Early mortgage repayment sets trend for middle class

Lee Robertson, chief executive of Investment Quorum, a Gold Standard wealth manager said the reasons behind the change in mentality were quite strategic and well timed and could stand these borrowers in good stead for future credit at exceptional rates.

He said: "People are paying huge chunks off their mortgages and benefiting from the slump, in some cases with mortgage payments being reduced from £1000 a month to 1p for a range of reasons."

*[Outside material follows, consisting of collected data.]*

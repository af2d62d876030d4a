#!/usr/bin/env python3
"""The layers of src/ go one way (docs/architecture.md).

Each folder under src/ is a library; a library may include its own headers and
those of the libraries listed for it below, never one above it. This reads
every `#include "x/..."` in src/ and fails, naming the file and line, on an
include that is not allowed or a folder missing from the table. Run by ctest
(test `architecture.layers`)."""
import pathlib
import re
import sys

# Library -> the libraries it may include (lower layers only).
ALLOWED = {
    "core": set(),
    "io": {"core"},
    "sketch": {"core"},
    "screen": {"core"},
    "stats": {"core"},
    "report": {"core"},
    "stages": {"core", "io", "sketch", "screen", "stats"},
    "pipeline": {"core", "io", "sketch", "screen", "stats", "stages", "report"},
    "audit": {"core", "io", "sketch", "screen", "stats", "stages"},
    "store": {"core", "io", "sketch", "screen", "stats", "stages", "report", "pipeline"},
    "cli": {"core", "io", "sketch", "screen", "stats", "stages", "report", "pipeline", "audit", "store"},
}

INCLUDE = re.compile(r'^\s*#\s*include\s+"([a-z_]+)/')


def main(src: pathlib.Path) -> int:
    problems = []
    folders = sorted(p.name for p in src.iterdir() if p.is_dir())
    for name in folders:
        if name not in ALLOWED:
            problems.append(f"src/{name}/: a library missing from the layer table in {__file__}")
    for path in sorted(src.rglob("*")):
        if path.suffix not in (".h", ".cc") or not path.is_file():
            continue
        lib = path.relative_to(src).parts[0]
        allowed = ALLOWED.get(lib, set()) | {lib}
        for no, line in enumerate(path.read_text(encoding="utf-8").splitlines(), 1):
            m = INCLUDE.match(line)
            if m and m.group(1) in ALLOWED and m.group(1) not in allowed:
                problems.append(f"{path}:{no}: {lib} includes {m.group(1)}/, a library above or beside it")
    for p in problems:
        print(p)
    print(f"layers: {len(problems)} problem(s) in {len(folders)} libraries")
    return 1 if problems else 0


def self_test() -> int:
    """The check itself: an upward include must fail, a downward one pass."""
    import tempfile
    with tempfile.TemporaryDirectory() as d:
        root = pathlib.Path(d)
        for lib in ALLOWED:
            (root / lib).mkdir()
        (root / "stages" / "a.h").write_text('#include "core/status.h"\n#include "sketch/lsh.h"\n')
        good = main(root)
        (root / "report" / "b.cc").write_text('#include "stages/stage.h"\n')
        bad = main(root)
    ok = good == 0 and bad == 1
    print("self-test:", "ok" if ok else "FAILED (the check does not catch an upward include)")
    return 0 if ok else 1


if __name__ == "__main__":
    if len(sys.argv) > 1 and sys.argv[1] == "--self-test":
        sys.exit(self_test())
    sys.exit(main(pathlib.Path(sys.argv[1] if len(sys.argv) > 1 else "src")))
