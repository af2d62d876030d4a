// Key sketches (bottom-m) and the candidate pairs made from them
// (sketch/key_sketch.h): on template text the pairs stay linear in the
// records while whole-set LSH bands grow faster; planted near duplicates and
// copies of one prompt are still candidates.
#include "sketch/key_sketch.h"

#include <gtest/gtest.h>

#include <algorithm>
#include <cstdint>
#include <random>
#include <span>
#include <set>
#include <string>
#include <vector>

#include "sketch/lsh.h"
#include "sketch/minhash.h"
#include "sketch/shingles.h"
#include "sketch/union_find.h"

namespace prefsift::sketch {
namespace {

std::vector<uint32_t> SketchOf(const std::vector<uint64_t>& shingles, uint32_t m) {
  std::vector<uint32_t> out(m);
  KeySketch(shingles, 0x6b657973ULL, out);
  return out;
}

TEST(KeySketch, SmallestDistinctKeysInOrder) {
  std::vector<uint64_t> set;
  for (uint64_t i = 1; i <= 500; ++i) set.push_back(i * 0x9e3779b97f4a7c15ULL);
  std::vector<uint32_t> a = SketchOf(set, 32);
  EXPECT_TRUE(std::is_sorted(a.begin(), a.end()));
  EXPECT_EQ(std::set<uint32_t>(a.begin(), a.end()).size(), 32u);
  // Order and repeats of the shingles do not matter.
  std::vector<uint64_t> shuffled = set;
  shuffled.insert(shuffled.end(), set.begin(), set.begin() + 200);
  std::mt19937_64 rng(7);
  std::shuffle(shuffled.begin(), shuffled.end(), rng);
  EXPECT_EQ(SketchOf(shuffled, 32), a);
  // Every key of a larger sketch below the 32nd is in the smaller one: the
  // m smallest are a prefix of the 2m smallest.
  std::vector<uint32_t> b = SketchOf(set, 64);
  EXPECT_TRUE(std::equal(a.begin(), a.end(), b.begin()));
  // Fewer distinct shingles than places: the rest are kNoKey.
  std::vector<uint32_t> c = SketchOf({5, 9, 5, 9, 5}, 8);
  EXPECT_NE(c[0], kNoKey);
  EXPECT_NE(c[1], kNoKey);
  for (size_t i = 2; i < c.size(); ++i) EXPECT_EQ(c[i], kNoKey);
}

// Bottom-k sketches merge: the sketch of a union is the m smallest keys of the
// two sketches together (Cohen & Kaplan 2007, "Summarizing data using bottom-k
// sketches"; property from memory), which is also why a near duplicate shares
// most of its keys with the original.
TEST(KeySketch, SketchOfAUnionIsTheSmallestOfBothSketches) {
  std::vector<uint64_t> x, y;
  for (uint64_t i = 0; i < 300; ++i) x.push_back(i * 7919 + 3);
  for (uint64_t i = 150; i < 600; ++i) y.push_back(i * 7919 + 3);
  std::vector<uint64_t> both = x;
  both.insert(both.end(), y.begin(), y.end());
  std::vector<uint32_t> sx = SketchOf(x, 32), sy = SketchOf(y, 32);
  std::set<uint32_t> merged(sx.begin(), sx.end());
  merged.insert(sy.begin(), sy.end());
  std::vector<uint32_t> expect(merged.begin(), merged.end());
  expect.resize(32);
  EXPECT_EQ(SketchOf(both, 32), expect);
}

// A hand-made case: m = 4. Key 1 is in 12 sketches (set aside with
// min_records 10); records 0 and 1 share keys 2 and 3 (half of their three
// informative keys each, above the share 0.34); records 2 and 3 share one
// key of three (below the share); records 4 and 5 hold only key 1 and are
// linked by the sorted neighbourhood.
TEST(KeySketchPairs, InformativeKeysSharedEnoughMakePairs) {
  const uint32_t m = 4;
  std::vector<uint32_t> keys = {
      1, 2, 3, 10,  // 0
      1, 2, 3, 11,  // 1
      1, 20, 21, 22,  // 2
      1, 20, 23, 24,  // 3
      1, kNoKey, kNoKey, kNoKey,  // 4
      1, kNoKey, kNoKey, kNoKey,  // 5
  };
  for (uint32_t r = 6; r < 12; ++r) {
    for (uint32_t k : {1u, 100 + 3 * r, 101 + 3 * r, 102 + 3 * r}) keys.push_back(k);
  }
  KeyPairOptions opt;
  opt.min_records = 10;
  opt.min_shared_share = 0.34;
  KeyPairStats st;
  std::vector<uint64_t> pairs = KeySketchPairs(keys, m, opt, &st);
  EXPECT_EQ(st.keys_set_aside, 1u);
  EXPECT_EQ(st.informative_pairs, 1u);  // (0, 1)
  EXPECT_EQ(st.pairs_below_share, 1u);  // (2, 3)
  EXPECT_EQ(st.records_without_informative, 2u);  // 4 and 5
  std::set<uint64_t> got(pairs.begin(), pairs.end());
  EXPECT_TRUE(got.count(PackPair(0, 1)));
  EXPECT_FALSE(got.count(PackPair(2, 3)));
  EXPECT_TRUE(got.count(PackPair(4, 5)));  // neighbours in the run of key 1 (identical sketches)
  EXPECT_TRUE(std::is_sorted(pairs.begin(), pairs.end()));
}

// Generated help-desk text of our own: the Marrowby Allotment Society's
// plot office. Every message is a greeting, a form header, a request written
// from a template with slots, free text and a footer; 2% are near duplicates
// (an earlier message with two words inserted) and one prompt is sent 40
// times, half of them with one word inserted.
struct Corpus {
  std::vector<std::string> texts;
  std::vector<std::pair<uint32_t, uint32_t>> planted;  // (near duplicate, original)
  std::vector<uint32_t> copies;                        // the 40 copies of one prompt
};

Corpus MakeAllotmentCorpus(uint32_t n, uint64_t seed) {
  static const char* kGreetings[] = {"Dear plot office,", "Hello Marrowby allotment team,", "Good morning to the committee,",
                                     "Hi there, plot office,"};
  static const char* kHeaders[] = {"Form: water trough request. Section: east field.",
                                   "Form: shed permission. Section: orchard end.",
                                   "Form: plot transfer. Section: brook side.",
                                   "Form: compost delivery. Section: north gate.",
                                   "Form: rent question. Section: the long beds."};
  static const char* kRequests[] = {
      "I hold plot number {n} and would like to ask whether the rent for {m} can be paid in two parts.",
      "My plot {n} has a broken tap and the water has not run since {m}, could someone look at it?",
      "Could the society deliver compost to plot {n} before the end of {m}, as the heap by the gate is empty?",
      "I would like to put up a small shed on plot {n} and wonder if the committee meets in {m}.",
      "The hedge beside plot {n} needs cutting back before {m} because it shades the beds."};
  static const char* kFooters[] = {
      "By sending this form you agree that the committee keeps your details for the running of the site.",
      "Replies are sent within ten working days; urgent matters go to the site warden."};
  static const char* kMonths[] = {"March", "April", "May", "June", "July", "August"};
  static const char* kStock[] = {
      "I have been a member of the society for several years and always pay on time.",
      "Please let me know if you need any more information from me about this.",
      "I have read the site rules on the notice board by the main gate.",
      "The path along the east field is still muddy after the rain last week.",
      "Thank you to the volunteers who keep the site tidy every weekend."};
  std::mt19937_64 rng(seed);
  std::vector<std::string> vocab;
  for (int i = 0; i < 5000; ++i) {
    std::string w;
    const int len = 3 + static_cast<int>(rng() % 6);
    for (int c = 0; c < len; ++c) w += static_cast<char>('a' + rng() % 26);
    vocab.push_back(w);
  }
  auto pick = [&](auto& arr) { return std::string(arr[rng() % (sizeof(arr) / sizeof(arr[0]))]); };
  auto message = [&]() {
    std::string req = pick(kRequests);
    req.replace(req.find("{n}"), 3, std::to_string(1 + rng() % 100000));
    req.replace(req.find("{m}"), 3, pick(kMonths));
    std::string free;
    for (int w = 5 + static_cast<int>(rng() % 25); w > 0; --w) free += " " + vocab[rng() % vocab.size()];
    return pick(kGreetings) + " " + pick(kHeaders) + " " + pick(kStock) + " " + req + free + ". " + pick(kStock) +
           " " + pick(kFooters);
  };
  auto insert_words = [&](std::string s, int k) {
    for (; k > 0; --k) {
      size_t at = s.find(' ', rng() % s.size());
      if (at != std::string::npos) s.insert(at, " " + vocab[rng() % vocab.size()]);
    }
    return s;
  };
  Corpus c;
  const std::string popular = message();
  for (uint32_t i = 0; i < n; ++i) {
    if (i % (n / 40) == 7 && c.copies.size() < 40) {
      c.copies.push_back(i);
      c.texts.push_back(c.copies.size() % 2 ? popular : insert_words(popular, 1));
    } else if (i > 50 && rng() % 100 < 2) {
      const uint32_t of = static_cast<uint32_t>(rng() % i);
      c.planted.emplace_back(i, of);
      c.texts.push_back(insert_words(c.texts[of], 2));
    } else {
      c.texts.push_back(message());
    }
  }
  return c;
}

struct Signed {
  std::vector<uint8_t> signatures;  // 256 bytes a record
  std::vector<uint32_t> keys;       // 32 a record
};

Signed SignCorpus(const Corpus& c) {
  ShingleOptions so;
  so.mode = ShingleMode::kWords;
  MinHashParams mp;
  Signed s;
  s.signatures.resize(c.texts.size() * mp.num_slots);
  s.keys.resize(c.texts.size() * 32);
  std::vector<uint64_t> shingles, full(mp.num_slots);
  for (size_t i = 0; i < c.texts.size(); ++i) {
    shingles.clear();
    AppendShingles(c.texts[i], so, &shingles);
    Sign(shingles, mp, full);
    Compact(full, std::span<uint8_t>(s.signatures.data() + i * mp.num_slots, mp.num_slots));
    KeySketch(shingles, 0x6b657973ULL, std::span<uint32_t>(s.keys.data() + i * 32, 32));
  }
  return s;
}

double Estimate(const Signed& s, uint32_t a, uint32_t b) {
  return EstimateJaccardCompact(std::span<const uint8_t>(s.signatures.data() + size_t{a} * 256, 256),
                                std::span<const uint8_t>(s.signatures.data() + size_t{b} * 256, 256));
}

TEST(KeySketchPairs, LinearOnTemplateTextWhereWholeSetBandsAreNot) {
  KeyPairOptions opt;
  opt.min_records = 10;
  opt.min_shared_share = 0.34;
  std::vector<double> key_pairs, band_pairs;
  for (uint32_t n : {4000u, 8000u, 16000u}) {
    Corpus c = MakeAllotmentCorpus(n, 20261203);
    Signed s = SignCorpus(c);
    KeyPairStats st;
    std::vector<uint64_t> pairs = KeySketchPairs(s.keys, 32, opt, &st);
    CandidateStats bst;
    auto banding = ChooseBanding(256, 0.8);
    ASSERT_TRUE(banding.ok());
    std::vector<uint64_t> bands = CandidatePairs(s.signatures, 256, banding.value(), 0x62616e6473ULL,
                                                 CandidateOptions{}, &bst);
    key_pairs.push_back(static_cast<double>(pairs.size()));
    band_pairs.push_back(static_cast<double>(bands.size()));
    // Bounded per record: under one a record here, far below the bound of
    // chain_keys x chain_window neighbour pairs plus the key runs' pairs.
    EXPECT_LT(pairs.size(), size_t{n}) << n;
    // The planted near duplicates the verification would accept are
    // candidates (all but one or two of about 65 at n = 4000: pairs whose key
    // sketches hold no free text and whose neighbourhoods miss each other).
    std::set<uint64_t> got(pairs.begin(), pairs.end());
    size_t accepted = 0, found = 0;
    for (auto [a, b] : c.planted) {
      if (Estimate(s, b, a) < 0.8) continue;
      ++accepted;
      found += got.count(PackPair(std::min(a, b), std::max(a, b)));
    }
    EXPECT_GT(accepted, n / 200) << n;
    EXPECT_GE(static_cast<double>(found), 0.95 * static_cast<double>(accepted)) << n;
  }
  // Doubling the records: key pairs about double (2,806 / 5,536 / 10,639 when
  // written), band pairs grow faster (3,386 / 10,002 / 36,538: quadratic on
  // this text, where three quarters of a prompt are stock sentences).
  EXPECT_LT(key_pairs[1] / key_pairs[0], 2.3);
  EXPECT_LT(key_pairs[2] / key_pairs[1], 2.3);
  EXPECT_GT(band_pairs[2] / band_pairs[1], 3.0);
  EXPECT_GT(band_pairs[2], 3 * key_pairs[2]);
}

TEST(KeySketchPairs, CopiesOfOnePromptAreLinked) {
  Corpus c = MakeAllotmentCorpus(4000, 5);
  Signed s = SignCorpus(c);
  KeyPairOptions opt;
  opt.min_records = 10;
  opt.min_shared_share = 0.34;
  std::vector<uint64_t> pairs = KeySketchPairs(s.keys, 32, opt, nullptr);
  UnionFind uf(static_cast<uint32_t>(c.texts.size()));
  for (uint64_t p : pairs) {
    if (Estimate(s, PairFirst(p), PairSecond(p)) >= 0.8) uf.Union(PairFirst(p), PairSecond(p));
  }
  ASSERT_EQ(c.copies.size(), 40u);
  for (uint32_t i : c.copies) EXPECT_EQ(uf.Find(i), uf.Find(c.copies[0])) << i;
}

TEST(KeySketchPairs, SameForAnyThreadCount) {
  Corpus c = MakeAllotmentCorpus(3000, 11);
  Signed s = SignCorpus(c);
  // Copies of the corpus: the same keys, all held by many records.
  std::vector<uint32_t> many;
  for (int rep = 0; rep < 12; ++rep) many.insert(many.end(), s.keys.begin(), s.keys.end());
  // Over 2^21 places, so the key space is cut into partitions (4 here), which
  // threads take one at a time: each copy's keys moved by its own offset and
  // squeezed into the lower half of the key space on odd copies, so the
  // partitions differ in size; each sketch sorted again (kNoKey stays last).
  std::vector<uint32_t> skewed;
  for (uint32_t rep = 0; rep < 60; ++rep) {
    for (size_t r = 0; r < s.keys.size() / 32; ++r) {
      std::vector<uint32_t> row(s.keys.begin() + static_cast<std::ptrdiff_t>(r * 32),
                                s.keys.begin() + static_cast<std::ptrdiff_t>(r * 32 + 32));
      for (uint32_t& k : row) {
        if (k == kNoKey) continue;
        k = k + rep * 0x9e3779b9u;
        if (rep % 2) k >>= 1;
        if (k == kNoKey) k -= 1;
      }
      std::sort(row.begin(), row.end());
      row.erase(std::unique(row.begin(), row.end()), row.end());
      row.resize(32, kNoKey);
      skewed.insert(skewed.end(), row.begin(), row.end());
    }
  }
  ASSERT_GT(skewed.size(), size_t{1} << 22);
  for (const auto* keys : {&s.keys, &many, &skewed}) {
    KeyPairOptions opt;
    KeyPairStats one_stats, st;
    std::vector<uint64_t> one = KeySketchPairs(*keys, 32, opt, &one_stats);
    if (keys == &skewed) {
      EXPECT_GT(one_stats.informative_pairs, 1000u);
      EXPECT_GT(one_stats.keys_set_aside, 0u);
    }
    for (uint32_t t : {2u, 3u, 5u}) {
      opt.threads = t;
      EXPECT_EQ(KeySketchPairs(*keys, 32, opt, &st), one) << t;
      EXPECT_EQ(st.keys, one_stats.keys);
      EXPECT_EQ(st.keys_set_aside, one_stats.keys_set_aside);
      EXPECT_EQ(st.entries_set_aside, one_stats.entries_set_aside);
      EXPECT_EQ(st.informative_pairs, one_stats.informative_pairs);
      EXPECT_EQ(st.pairs_below_share, one_stats.pairs_below_share);
      EXPECT_EQ(st.chain_pairs, one_stats.chain_pairs);
      EXPECT_EQ(st.unique_pairs, one_stats.unique_pairs);
      EXPECT_EQ(st.largest_run, one_stats.largest_run);
    }
  }
}

}  // namespace
}  // namespace prefsift::sketch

The reasons behind these extra repayments are as follows:

1 Many preferential rates are due for review later this year – and to qualify for the better deals a lower loan-to-value will be required – reducing capital now will put these borrowers in good stead when it comes to renegotiating their mortgage deal;

2 Job stability, with the employment market showing continued signs of instability, attempts are being made to reduce mortgage debt to more manageable levels in the event that lower incomes and single incomes become the norm;

3 With investment rates so low, it makes sense to use the cash to reduce debt and increase cash flow;

4 In the event that a client needs to downsize, the more the debt is reduced the greater flexibility to downsize thereby reducing the fear of negative equity;

5 People have decided they no longer want to be "keeping up with the neighbours", there are only so many ways in which you can upgrade your non essentials and most people have done that;

6 There is also a noticeable change in mind-set that people no longer wish to use credit (because it has become harder to obtain) and are more willing to use savings;

The strategies were unveiled as economic data from The Bank of England revealed that just over £8billion of mortgage debt was repaid by borrowers in the final quarter of 2008, compared to £5.9billion in the third quarter of 2008 and just £1.8billion in the three months before that.

Robertson said: "These borrowers are setting themselves up for comfortable futures and the ability to gain credit in the future."